A/N: It's been a while, I know. Sorry. I don't own Dark Angel.

-2014-

For the next weeks, Logan couldn't get the underside of that school bus out of his head. He and Darius lay side by side for over three hours, listening to the sounds of each other breathing and the ambient noise of life going on in the Lot around them. They never heard sirens.

They left the hiding spot separately, without discussion. When Logan pushed his way out of the trash he'd used to barricade them into the space between the bus and the world, he felt like Rip Van Winkle, emerging from a bed of drifted leaves after decades asleep.

None of the people he passed on the way out looked at him strangely. His jacket was black, and didn't show where he'd bled. He pulled up his collar and put his glasses in his pocket, flattening his hair with his hand before he headed for the gap in the north side of the fence, near the empty, scuffed plastic-and-aluminum box where a guard had sat in order to watch over the parked busses in better days. He didn't know who, if anyone, was watching for him now, but he wasn't challenged. His car was right where he had left it, like nothing had happened.

Logan decided not to go to the Emergency Room for the gunshot wound -- which was, after all, a graze. He had his friend Tejas, a second year resident at Metro, take care of it in his bathroom on her afternoon off. He thought of this as a favor to Darius, although he couldn't say why he felt he owed the man anything.

Nothing showed up about Lydia in the papers, of course, or in the Free Press editors' trash cans. Logan didn't know if she'd gotten out OK, although the rational part of him doubted it. He wasn't sure if the incident had been reported to the cops at all -- there were ways he could find out, but he didn't. He didn't want to alert anyone who might be watching these channels, for his own sake and his paper's, as well as for Darius. Logan didn't know if the May 22nd founder had escaped the Lot alive.

He thought about it sometimes: Jon Darius's body lying underneath that bus, arms at his sides, fingers relaxed, flies in his eyes. A bullet in his left temple -- the side of his body closer to the perimeter fence, the side Logan's absence had left exposed when he crawled painfully out of the space next to the terrorist. He could be there, still.

Mostly, though, Logan thought about those three hours when they were both under the bus, how they had lain there waiting to be found, two bodies in a coffin, Darius with his arms crossed over his chest, a sharp elbow digging into Logan's side. It was a good thing he was afraid of heights, not tight spaces.

It's the job, Logan reminded himself. Comes with the territory.

Part of him had always hoped to become the kind of journalist who was worth enough for bad people to want to stop him. Now, Logan had had guns pointed at him, had almost taken a bullet, but it hadn't been about him. It was the company he kept. Jon Darius was the kind of stoney-eyed idealist that put off even people like Logan Cale, and the May 22nd Movement had murdered innocent people. For all Logan knew, he had more in common, politically or ideologically, with whoever put the hit on Darius than he did with Darius himself, but because he had agreed to interview the man, he had become a target.

The shooting was a taste of something to which he'd secretly aspired for his whole censored, Pulse-fucked career, and it was sobering to remember how scared he had been. He was still scared now, every day. He had hoped he would be braver, when it came down to it.

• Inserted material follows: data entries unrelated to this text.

describe("carrying decisions to a new revision", () => {
  it("keeps the decision, without another look, when member, run and results are unchanged", async () => {
    const same = await derive("r2 same", structuredClone(base));
    const clash = await clashOn(same.id);
    expect(clash).toMatchObject({ outcome: "opening_accepted", conditions: "Sleeved opening at mid-length, 250 mm.", decidedBy: fx.users.structural_engineer.name, recheckReason: null, status: "active" });
    const history = await listClashHistory({ projectId: fx.projectId, clashKeys: [clash.clashKey] });
    expect(history.map((h) => h.kind)).toEqual(["proposal", "decision"]);
  });

  it("marks it 'needs another look', with the reason in words, when the member's forces change; the decider is mailed", async () => {
    const loaded = structuredClone(base);
    const member = loaded.members.find((m) => m.id === MEMBER)!;
    // A 500 kN pull along the chord at its far joint, as a new load case and combination: the chord must work
    // (200 kN moved its utilisation by 0.03 only, within the tolerance).
    loaded.loadCases.push({ id: "PULL", name: "Test pull", category: "live", selfWeight: false, nodalLoads: [{ node: member.j, fx: 0, fy: 500, fz: 0 }] } as TrussModel["loadCases"][number]);
    loaded.combinations.push({ id: "C-PULL", name: "Pull only", factors: { PULL: 1 } });
    const revision = await derive("r3 pulled", loaded);
    const clash = await clashOn(revision.id);
    expect(clash.outcome).toBe("opening_accepted");
    // The reason in full, from the member's stored results on each revision: its largest tension (the pull's
    // combination now) and its utilisation beyond the tolerance (the pull must move it that far, or this case tests
    // nothing); its verdict stays load-bearing, so it is not named.
    const [then, now] = [await memberReview(first.id), await memberReview(revision.id)];
    expect(Math.abs(now.utilisation! - then.utilisation!)).toBeGreaterThan(UTILISATION_TOLERANCE);
    expect([then.verdict, now.verdict]).toEqual(["load-bearing", "load-bearing"]);
    expect(clash.recheckReason).toBe(`${MEMBER} maximum tension changed from ${maxTension(then).toFixed(1)} kN to ${maxTension(now).toFixed(1)} kN; utilisation went from ${then.utilisation!.toFixed(2)} to ${now.utilisation!.toFixed(2)}.`);
    const history = await listClashHistory({ projectId: fx.projectId, clashKeys: [clash.clashKey] });
    const recheck = history.filter((h) => h.kind === "recheck" && h.revision === revision.number);
    expect(recheck).toHaveLength(1);
    expect(recheck[0].reason).toBe(clash.recheckReason);
    const mails = await mailsAbout(clash.clashKey, "recheck");
    expect(mails.map((m) => m.toAddress)).toEqual([fx.users.structural_engineer.email]);
    expect(mails[0].textBody).toContain(clash.recheckReason!);
  });

  it("names the verdict when the member's verdict changed (unloaded, the chord carries nothing)", async () => {
    const unloaded = structuredClone(base);
    for (const loadCase of unloaded.loadCases) Object.assign(loadCase, { selfWeight: false, nodalLoads: [] });
    const revision = await derive("r7 unloaded", unloaded);
    const clash = await clashOn(revision.id);
    expect(clash.outcome).toBe("opening_accepted");
    const [then, now] = [await memberReview(first.id), await memberReview(revision.id)];
    expect([then.verdict, now.verdict]).toEqual(["load-bearing", "idle"]);
    // Unloaded, it carries nothing and has no utilisation: its envelope and its verdict are named, in full.
    expect(now.utilisation).toBeNull();
    expect(clash.recheckReason).toBe(
      `${MEMBER} maximum tension changed from ${maxTension(then).toFixed(1)} kN to 0.0 kN; ${MEMBER} maximum compression changed from ${maxCompression(then).toFixed(1)} kN to 0.0 kN; its verdict was load-bearing; now idle.`,
    );
  });

  it("closes the decision, with the reason, when the member changed section", async () => {
    const resized = structuredClone(base);
    const member = resized.members.find((m) => m.id === MEMBER)!;
    const section = resized.sections.find((s) => s.id === member.section)!;
    resized.sections.push({ ...section, id: "CHS-TEST-BIGGER", area: section.area * 2 });
    member.section = "CHS-TEST-BIGGER";
    const revision = await derive("r4 resized", resized);
    const clash = await clashOn(revision.id);
    expect(clash).toMatchObject({ outcome: null, decidedBy: null });
    const history = await listClashHistory({ projectId: fx.projectId, clashKeys: [clash.clashKey] });
    const closure = history.find((h) => h.kind === "closure" && h.revision === revision.number);
    expect(closure?.reason).toBe(`The decision does not carry: member ${MEMBER} changed section in revision ${revision.number} (${section.id} → CHS-TEST-BIGGER).`);
  });

  it("names the opening check when an accepted opening's hole would now work differently", async () => {
    // A 30 mm heating pipe (10 mm insulation) along x at y = 4.5 m through the y-direction top chords TCY-*-1: its
    // opening through TCY-1-1 is accepted on revision 1, then the chord is pulled hard in a new combination.
    const pipe = { ...duct, id: "HW-T1", system: "heating", profile: { shape: "round", diameter: 0.03 }, insulation: 0.01, clearance: 0.02, points: [{ x: -1, y: 4.5, z: 2 }, { x: 10, y: 4.5, z: 2 }] } as Run;
    await importRuns({ projectId: fx.projectId, revision: { ...first, model: base }, runs: [pipe], mode: "upsert", actorId: fx.users.mep_engineer.id });
    const onChord = async (revisionId: string) => (await listClashesByRevision({ revisionId })).find((c) => c.memberId === "TCY-1-1" && c.runId === "HW-T1")!;
    const clash = await onChord(first.id);
    await proposeClashOutcome({ projectId: fx.projectId, clashId: clash.id, actor: { userId: fx.users.mep_engineer.id, role: "mep_engineer" }, input: { outcome: "opening_proposed", note: "" } });
    await decideClash({ projectId: fx.projectId, clashId: clash.id, actor: { userId: fx.users.structural_engineer.id, role: "structural_engineer" }, input: { outcome: "opening_accepted", conditions: "Sleeved hole of 50 mm at the clash point only." } });
    const pulled = structuredClone(base);
    const chord = pulled.members.find((m) => m.id === "TCY-1-1")!;
    pulled.loadCases.push({ id: "PULL", name: "Test pull", category: "live", selfWeight: false, nodalLoads: [{ node: chord.j, fx: 0, fy: 200, fz: 0 }] } as TrussModel["loadCases"][number]);
    pulled.combinations.push({ id: "C-PULL", name: "Pull only", factors: { PULL: 1 } });
    const revision = await derive("r6 pipe pulled", pulled);
    const carried = await onChord(revision.id);
    expect(carried.outcome).toBe("opening_accepted");
    expect(carried.recheckReason).toMatch(/the opening check \(a 50 mm hole at \d+\.\d\d m\) (was "within capacity on the checks made"; now "over capacity"|went from utilisation \d\.\d\d to \d+\.\d\d)/);
  });

  it("closes the decision, with the reason, when the member moved", async () => {
    const shifted = structuredClone(base);
    const end = shifted.nodes.find((n) => n.id === shifted.members.find((m) => m.id === MEMBER)!.j)!;
    end.x += 0.01;
    const revision = await derive("r8 shifted joint", shifted);
    const [key] = (await listClashesByRevision({ revisionId: first.id })).filter((c) => c.memberId === MEMBER).map((c) => c.clashKey);
    const history = await listClashHistory({ projectId: fx.projectId, clashKeys: [key] });
    const closure = history.filter((h) => h.kind === "closure" && h.revision === revision.number);
    expect(closure.map((h) => [h.reason, h.outcome])).toEqual([[`The decision does not carry: member ${MEMBER} moved in revision ${revision.number}.`, "opening_accepted"]]);
    expect((await listClashesByRevision({ revisionId: revision.id })).find((c) => c.clashKey === key)).toMatchObject({ outcome: null, decidedBy: null });
  });

  it("closes the decision, with the reason, when the MEP engineer moves the run on the new revision; the decider is mailed", async () => {
    const revision = await derive("r9 duct to be moved", structuredClone(base));
    const carried = await clashOn(revision.id);
    expect(carried).toMatchObject({ outcome: "opening_accepted", status: "active" });
    // 50 mm higher: the duct still passes through the chord (same clash id, so its thread stays), but the opening was
    // accepted for the duct where it was.
    await editRun({ projectId: fx.projectId, revision: { ...revision, model: base }, runId: duct.id, edit: { points: duct.points.map((p) => ({ ...p, z: p.z + 0.05 })) }, actorId: fx.users.mep_engineer.id });
    const reason = `The decision no longer holds: run ${duct.id} was moved or resized in revision ${revision.number}.`;
    const after = await clashOn(revision.id);
    expect(after).toMatchObject({ id: carried.id, clashKey: carried.clashKey, status: "active", outcome: null, conditions: null, decidedBy: null, proposedBy: null, closedReason: null });
    const history = await listClashHistory({ projectId: fx.projectId, clashKeys: [carried.clashKey] });
    expect(history.filter((h) => h.revision === revision.number).map((h) => [h.kind, h.outcome, h.reason])).toEqual([["closure", "opening_accepted", reason]]);
    // The decision it closes stays in the history, and on the revision it was made on.
    expect(history.filter((h) => h.kind === "decision").map((h) => [h.revision, h.conditions])).toEqual([[1, "Sleeved opening at mid-length, 250 mm."]]);
    expect((await clashOn(first.id)).outcome).toBe("opening_accepted");
    const mails = (await mailsAbout(carried.clashKey, "decision")).filter((m) => m.textBody.includes(reason));
    expect(mails.map((m) => m.toAddress)).toEqual([fx.users.structural_engineer.email]);
    expect(mails[0].subject).toMatch(new RegExp(`^Decision closed on clash ${carried.clashKey} \\(member ${MEMBER}, run ${duct.id}\\): opening accepted with conditions \\(Fixture roof clash-carry `));
    // A new proposal can now be made on the clash as it is.
    await proposeClashOutcome({ projectId: fx.projectId, clashId: after.id, actor: { userId: fx.users.mep_engineer.id, role: "mep_engineer" }, input: { outcome: "reroute_run", note: "" } });
  });

  it("closes the clash, with the reason, when the run is removed from the new revision", async () => {
    const revision = await derive("r10 duct to be removed", structuredClone(base));
    const carried = await clashOn(revision.id);
    expect(carried.outcome).toBe("opening_accepted");
    await deleteRun({ projectId: fx.projectId, revision: { ...revision, model: base }, runId: duct.id, actorId: fx.users.mep_engineer.id });
    const reason = `The decision no longer holds: run ${duct.id} is not on revision ${revision.number}.`;
    expect(await clashOn(revision.id)).toMatchObject({ id: carried.id, status: "closed", closedReason: reason, outcome: null, decidedBy: null });
    const history = await listClashHistory({ projectId: fx.projectId, clashKeys: [carried.clashKey] });
    expect(history.filter((h) => h.revision === revision.number).map((h) => [h.kind, h.reason])).toEqual([["closure", reason]]);
    expect((await mailsAbout(carried.clashKey, "decision")).filter((m) => m.textBody.includes(reason)).map((m) => m.toAddress)).toEqual([fx.users.structural_engineer.email]);
    // Closed: a proposal on it is refused with the reason.
    await expect(proposeClashOutcome({ projectId: fx.projectId, clashId: carried.id, actor: { userId: fx.users.mep_engineer.id, role: "mep_engineer" }, input: { outcome: "reroute_run", note: "" } })).rejects.toThrow(reason);
  });

  it("closes the decision, with the reason, when the member is gone", async () => {
    const without = structuredClone(base);
    without.members = without.members.filter((m) => m.id !== MEMBER);
    const revision = await derive("r5 without the chord", without);
    expect((await listClashesByRevision({ revisionId: revision.id })).some((c) => c.memberId === MEMBER && c.status !== "closed")).toBe(false);
    const [key] = (await listClashesByRevision({ revisionId: first.id })).filter((c) => c.memberId === MEMBER).map((c) => c.clashKey);
    const history = await listClashHistory({ projectId: fx.projectId, clashKeys: [key] });
    const closure = history.find((h) => h.kind === "closure" && h.revision === revision.number);
    expect(closure?.reason).toBe(`The decision does not carry: member ${MEMBER} is not in revision ${revision.number}.`);
    // The decision it closes stays in the history, unchanged.
    expect(history.filter((h) => h.kind === "decision").map((h) => h.conditions)).toEqual(["Sleeved opening at mid-length, 250 mm."]);
  });

  it("says when a member that was zero in every combination now carries force, naming the result (the issue's own example)", async () => {
    // Last, as it judges the clash again on a later revision (the cases above compare with revision 1). Judged on an
    // unloaded revision (the chord zero everywhere): the structural engineer supersedes the carried decision and the
    // opening is proposed and accepted again there; the next revision loads the roof again.
    const unloaded = structuredClone(base);
    for (const loadCase of unloaded.loadCases) Object.assign(loadCase, { selfWeight: false, nodalLoads: [] });
    const idle = await derive("r11 unloaded, judged here", unloaded);
    const clash = await clashOn(idle.id);
    const [structural, mep] = [{ userId: fx.users.structural_engineer.id, role: "structural_engineer" as const }, { userId: fx.users.mep_engineer.id, role: "mep_engineer" as const }];
    await supersedeClashDecision({ projectId: fx.projectId, clashId: clash.id, actor: structural, input: { reason: "Judged again on the unloaded revision." } });
    await proposeClashOutcome({ projectId: fx.projectId, clashId: clash.id, actor: mep, input: { outcome: "opening_proposed", note: "" } });
    await decideClash({ projectId: fx.projectId, clashId: clash.id, actor: structural, input: { outcome: "opening_accepted", conditions: "Sleeved opening, zero-force chord only." } });
    const loaded = await derive("r12 loaded again", structuredClone(base), idle);
    const carried = await clashOn(loaded.id);
    expect(carried).toMatchObject({ outcome: "opening_accepted", conditions: "Sleeved opening, zero-force chord only." });
    const [then, now] = [await memberReview(idle.id), await memberReview(loaded.id)];
    expect(Object.values(then.results).every((r) => r.zero)).toBe(true);
    const [worstId, worst] = Object.entries(now.results).reduce((a, b) => (Math.abs(b[1].force) > Math.abs(a[1].force) ? b : a));
    const name = [...base.loadCases, ...base.combinations].find((r) => r.id === worstId)!.name;
    expect(carried.recheckReason).toBe(`${MEMBER} was zero in every combination; now carries ${Math.abs(worst.force).toFixed(1)} kN ${worst.force < 0 ? "compression" : "tension"} in ${name}; its verdict was idle; now load-bearing.`);
  });
});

Logan had the interview saved as an mp4 on his desktop. Maybe these constituted Jon Darius's last words, or maybe, if they weren't, an article to that effect published by the Free Press would have been a welcome decoy for the man who had, again, dropped below the radar.

Maybe, but Logan wasn't suicidal. It wasn't like Darius was his friend.

No, Logan had confronted his own death under that bus, as best he could, and now he had to get back to business. He was a journalist. Jon Darius's enemy list was a long one, with no obvious leads. Assuming that the man and the woman who attacked them inside Two Cousins were hired guns, Logan focussed on them, hoping the trail might then connect back to their employers. Logan researched hit men and assassins, concentrating his search first on North Korea, then on South Korea, too. He didn't find much. He searched the Seattle court records for adoptions of white children by Korean parents. There were none. He even asked his Korean-American friends, who were mostly amused or insulted by his questions.

Then one day about two months after the shooting, a man knocked on the side of Logan's cubicle. He was a white guy in his thirties with curly brown hair and a beard, wearing a tattered sweatshirt, and Logan had never seen him before. "Logan Cale?"

"That's me."

"He wants a meet." The man put a white paper envelope on his messy desk.

Logan didn't ask who. He reached for it as the man retreated toward the door of the newsroom. "What if I don't want to meet?" Logan called to him.

The man glanced at him, puzzled, and shrugged.

Logan looked around to make sure that none of his colleagues were paying attention, then opened the envelope.

October 15, it said. 8:00 PM. Wild Waves theme park, Federal Way, Washington. Logan knew it: the home of the highest roller coaster in the state.